Improved Performances of CsPbBr₃ Perovskite Solar Cells via PbI₂ Additive

The emergence of CsPbBr₃ perovskite solar cells (PSCs) with a band gap of approximately 2.3 eV has generated increasing interest stemming from their potential for high open-circuit voltage (V_oc), making them particularly suitable for use in tandem configurations or spectral splitting. However, the V_oc of PSCs currently falls short of its theoretical limit, driven by trap-mediated charge recombination and energy band alignment mismatch. In this study, we present a straightforward additive engineering approach involving the introduction of PbI₂ species into the PbBr₂ precursor film to form the I-Pb-Br interaction, retarding the rapid reaction between PbBr₂ and CsBr.
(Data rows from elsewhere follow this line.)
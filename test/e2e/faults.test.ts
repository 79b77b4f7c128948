// Fault injection: the stores run against loopback stand-ins behind a proxy that makes a fixed,
// seeded share of API calls fail (500, 502, 429 with Retry-After, connections dropped before or
// after the server acted, bodies cut short, answers slower than the client's timeout). The rule
// under test is the store contract (src/history/store.ts): every update ends with its run recorded
// or with a StoreError, the stored history always parses, and no run that was stored is ever lost.
import { strToU8, zipSync } from 'fflate';
import { afterAll, beforeAll, describe, expect, it } from 'vitest';
import { artifactName, createArtifactStore, type ArtifactUploader } from '../../src/history/artifact-store.js';
import type { HistoryChange } from '../../src/history/changes.js';
import { StoreError } from '../../src/history/store.js';
import { createOctokitApi } from '../../src/github/octokit-api.js';
import { branchStore, ids, infoOf, onBranch, runOf } from '../history/branch-helpers.js';
import { startFaultProxy, type FaultProxy } from './standins/fault-proxy.js';
import { startGitDataStandin, type GitDataStandin } from './standins/git-data.js';
import { startRestStandin, type RestStandin } from './standins/rest-api.js';
import { seededUniform as seededRandom } from '../model/random.js';

const RATE = 0.15;
// A slow answer arrives well after the client's timeout; ordinary answers arrive well before it.
const SLOW_MS = 600;
const TIMEOUT_MS = 200;

interface Tally {
  tried: number;
  recorded: number;
  failed: number;
  /** Reported as failed, yet the run is on the store (a write whose answer was lost). */
  failedButStored: number;
  lost: number;
}
const tally = (): Tally => ({ tried: 0, recorded: 0, failed: 0, failedButStored: 0, lost: 0 });
const missing = (before: string[], after: string[]) => before.filter((id) => !after.includes(id)).length;
const record = (id: string, n: number, value: number): HistoryChange => ({
  kind: 'record',
  info: infoOf(id, n),
  run: runOf(value),
  keep: 4000,
});

describe('branch store with faults', () => {
  let git: GitDataStandin;
  let proxy: FaultProxy;
  beforeAll(async () => {
    git = await startGitDataStandin();
    proxy = await startFaultProxy({ target: git.url, rate: RATE, seed: 20261201, slowMs: SLOW_MS, retryAfter: 1 });
  });
  afterAll(async () => {
    await proxy.close();
    await git.close();
  });

  it('1 writer x 60 appends: every append recorded whole or a StoreError; 0 runs lost', async () => {
    const series = 'bench/faulty-single';
    const t = tally();
    const random = seededRandom(3);
    const injectedBefore = proxy.totalInjected();
    const recorded: string[] = [];
    const reasons = new Map<string, number>();
    for (let i = 0; i < 60; i++) {
      const id = `${100 + i}-1`;
      const before = ids(onBranch(git, series));
      const store = branchStore(proxy.url, series, { random }, { timeoutMs: TIMEOUT_MS, retries: 2 });
      t.tried += 1;
      let ok = false;
      try {
        await store.update(record(id, i, 60 + i));
        ok = true;
      } catch (error) {
        expect(error).toBeInstanceOf(StoreError);
        const reason = (error as StoreError).message.replace(/[0-9a-f]{40}/g, '<sha>').replace(/ \(.*$/, '');
        reasons.set(reason, (reasons.get(reason) ?? 0) + 1);
      }
      const after = ids(onBranch(git, series));
      t.lost += missing(before, after);
      if (ok) {
        t.recorded += 1;
        recorded.push(id);
        expect(after).toContain(id);
      } else {
        t.failed += 1;
        if (after.includes(id)) t.failedButStored += 1;
      }
    }
    await new Promise((r) => setTimeout(r, SLOW_MS * 2));
    t.lost += missing(recorded, ids(onBranch(git, series)));
    console.log(
      `branch faults, one writer: ${JSON.stringify(t)}; ${proxy.totalInjected() - injectedBefore} faults injected; failures: ${JSON.stringify(Object.fromEntries(reasons))}`,
    );
    expect(t.lost).toBe(0);
    expect(proxy.totalInjected() - injectedBefore).toBeGreaterThan(20);
  }, 180_000);

  it('3 writers x 30 appends: each append is recorded whole or fails with StoreError; 0 runs lost', async () => {
    const series = 'bench/faulty';
    const t = tally();
    const recorded: string[] = [];
    async function writer(w: number): Promise<void> {
      const random = seededRandom(7 + w);
      for (let i = 0; i < 30; i++) {
        const id = `${(w + 1) * 1000 + i}-1`;
        const before = ids(onBranch(git, series));
        const store = branchStore(proxy.url, series, { attempts: 5, random }, { timeoutMs: TIMEOUT_MS, retries: 2 });
        t.tried += 1;
        let ok = false;
        try {
          await store.update(record(id, i * 3 + w, 50 + i));
          ok = true;
        } catch (error) {
          // A clear failure, never a stack trace from somewhere else.
          expect(error).toBeInstanceOf(StoreError);
          expect((error as StoreError).describe()).toMatch(/^branch bellgate-data/);
        }
        const after = ids(onBranch(git, series)); // parses: never half a document
        t.lost += missing(before, after);
        if (ok) {
          t.recorded += 1;
          recorded.push(id);
          expect(after).toContain(id);
        } else {
          t.failed += 1;
          if (after.includes(id)) t.failedButStored += 1;
        }
      }
    }
    await Promise.all([0, 1, 2].map((w) => writer(w)));
    // Let writes delayed past the client's timeout land, then look again.
    await new Promise((r) => setTimeout(r, SLOW_MS * 2));
    const final = ids(onBranch(git, series));
    t.lost += missing(recorded, final);
    expect(new Set(final).size).toBe(final.length);
    console.log(
      `branch faults: ${JSON.stringify(t)}; ${proxy.requests} API calls, ${proxy.totalInjected()} faults injected ${JSON.stringify(Object.fromEntries(proxy.injected))}`,
    );
    expect(t.tried).toBe(90);
    expect(t.lost).toBe(0);
    expect(proxy.totalInjected()).toBeGreaterThan(50);
    for (const kind of ['500', '502', '429', 'drop-before', 'drop-after', 'truncate', 'slow'])
      expect(proxy.injected.get(kind as never) ?? 0).toBeGreaterThan(0);
    expect(t.recorded).toBeGreaterThan(0);
  }, 180_000);
});

describe('artifact store with faults', () => {
  let rest: RestStandin;
  let proxy: FaultProxy;
  beforeAll(async () => {
    rest = await startRestStandin();
    proxy = await startFaultProxy({ target: rest.url, rate: RATE, seed: 4242, slowMs: SLOW_MS, retryAfter: 1 });
  });
  afterAll(async () => {
    await proxy.close();
    await rest.close();
  });

  it('a failed upload leaves the older artifact as the newest valid one; 0 runs lost', async () => {
    const series = 'bench/artifacts';
    const name = artifactName('bellgate-history', series);
    const random = seededRandom(99);
    const warnings: string[] = [];
    let clock = Date.UTC(2026, 2, 1);
    let run = 500;
    // The uploader stands in for @actions/artifact: a fifth of uploads fail, half of those after
    // leaving a broken artifact behind (a zip cut short), the rest before anything is stored.
    const upload: ArtifactUploader = async (artifact, files) => {
      const zip = zipSync(Object.fromEntries(files.map((f) => [f.name, strToU8(f.text)])));
      const roll = random();
      if (roll < 0.2) {
        if (roll < 0.1) register(artifact, zip.subarray(0, zip.length >> 1));
        throw new Error('upload failed: stand-in fault');
      }
      return { id: register(artifact, zip) };
    };
    function register(artifact: string, zip: Uint8Array): number {
      clock += 60_000;
      const id = rest.state.nextId++;
      rest.state.artifacts.push({
        id,
        name: artifact,
        createdAt: new Date(clock).toISOString(),
        expired: false,
        headBranch: 'main',
        headRepositoryId: 5,
        repositoryId: 5,
        workflowRunId: run++,
        sizeInBytes: zip.length,
        zip,
      });
      return id;
    }
    const storeVia = (url: string) =>
      createArtifactStore({
        api: createOctokitApi({
          token: 'ghs_standin',
          baseUrl: url,
          owner: 'acme',
          repo: 'router',
          retry: { retries: 2, unitMs: 1 },
        }),
        upload,
        history: 'bellgate-history',
        series,
        baselineBranch: 'main',
        repositoryId: 5,
        retentionDays: 5,
        warn: (m) => warnings.push(m),
      });
    const t = tally();
    let incompleteLoads = 0;
    const recorded: string[] = [];
    for (let i = 0; i < 40; i++) {
      const id = `${500 + i}-1`;
      const before = ids(await storeVia(rest.url).read()); // no faults: the truth
      t.tried += 1;
      let ok = false;
      try {
        const store = storeVia(proxy.url);
        const seen = warnings.length;
        const h = await store.read();
        if (missing(before, ids(h)) > 0) {
          incompleteLoads += 1;
          console.log(`artifact load ${i} missed ${missing(before, ids(h))} runs: ${warnings.slice(seen).join(' | ')}`);
        }
        await store.update(record(id, i, 70 + i));
        ok = true;
      } catch (error) {
        expect(error).toBeInstanceOf(StoreError);
      }
      const after = ids(await storeVia(rest.url).read());
      t.lost += missing(before, after);
      if (ok) {
        t.recorded += 1;
        recorded.push(id);
        expect(after).toContain(id);
      } else {
        t.failed += 1;
        if (after.includes(id)) t.failedButStored += 1;
      }
    }
    const final = ids(await storeVia(rest.url).read());
    t.lost += missing(recorded, final);
    const artifacts = rest.state.artifacts.filter((a) => a.name === name).length;
    console.log(
      `artifact faults: ${JSON.stringify(t)}; ${artifacts} artifacts, ${incompleteLoads} loads that missed runs, ${warnings.length} warnings; ${proxy.requests} API calls, ${proxy.totalInjected()} faults injected ${JSON.stringify(Object.fromEntries(proxy.injected))}`,
    );
    expect(t.lost).toBe(0);
    expect(t.failed).toBeGreaterThan(0);
    expect(proxy.totalInjected()).toBeGreaterThan(0);
  }, 180_000);
});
This approach effectively suppresses the Pb-rich phase CsPb₂Br₅, eliminates pinholes on the CsPbBr₃ crystal, and obtains high-quality perovskite films, which can significantly enhance the photovoltaic properties. Consequently, we achieved CsPbBr₃ films characterized by enlarged crystal size, complete coverage, high purity, and without pinhole presence, leading to a best-performed efficiency of 10.35% and a higher V_oc of up to 1.580 V compared to the power conversion efficiency (PCE) of 8.35% and a V_oc of 1.442 V of the control device, along with exceptional operational stability.